**Action item**
Search the data below, and report every line in which "from" occurs.

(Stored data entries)
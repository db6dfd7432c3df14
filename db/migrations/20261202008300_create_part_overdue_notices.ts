import type { Knex } from 'knex';

/**
 * One row per overdue spell of a part at a shop that has been told about: the part, the
 * day it was sent out and the day it was due back (sent out + promised turnaround). The
 * primary key makes the notice go out once per spell however many server processes look
 * for overdue parts at once: the one whose insert lands sends it. A part sent out again,
 * or given a new turnaround that then also passes, is a new spell.
 */
export async function up(knex: Knex): Promise<void> {
  await knex.schema.createTable('part_overdue_notices', (t) => {
    t.uuid('part_id').notNullable().references('parts.id').onDelete('CASCADE');
    t.date('sent_out_on').notNullable();
    t.date('due_on').notNullable();
    t.timestamp('notified_at', { useTz: true }).notNullable().defaultTo(knex.fn.now());
    t.primary(['part_id', 'sent_out_on', 'due_on']);
  });
}

export async function down(knex: Knex): Promise<void> {
  await knex.schema.dropTable('part_overdue_notices');
}
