import { useMutation, useQueryClient } from '@tanstack/react-query';
import type { Milestone, UpdateMilestoneInput } from '../../../../shared/schemas/timeline';
import { api } from '../../../lib/api-client';
import { getTimelineQueryOptions, timelineBase } from './get-timeline';

export async function updateMilestone({
  buildId,
  milestoneId,
  input,
}: {
  buildId: string;
  milestoneId: string;
  input: UpdateMilestoneInput;
}): Promise<Milestone> {
  const data = await api.patch<{ milestone: Milestone }>(
    `${timelineBase(buildId)}/milestones/${encodeURIComponent(milestoneId)}`,
    input,
  );
  return data.milestone;
}

export const useUpdateMilestone = () => {
  const queryClient = useQueryClient();
  return useMutation({
    mutationFn: updateMilestone,
    onSuccess: (_m, { buildId }) =>
      queryClient.invalidateQueries({ queryKey: getTimelineQueryOptions(buildId).queryKey }),
  });
};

**Reply to the exercise**
import type { Knex } from 'knex';
import { useMutation, useQueryClient } from '@tanstack/react-query';
import type { Milestone, UpdateMilestoneInput } from '../../../../shared/schemas/timeline';
import { api } from '../../../lib/api-client';
import { getTimelineQueryOptions, timelineBase } from './get-timeline';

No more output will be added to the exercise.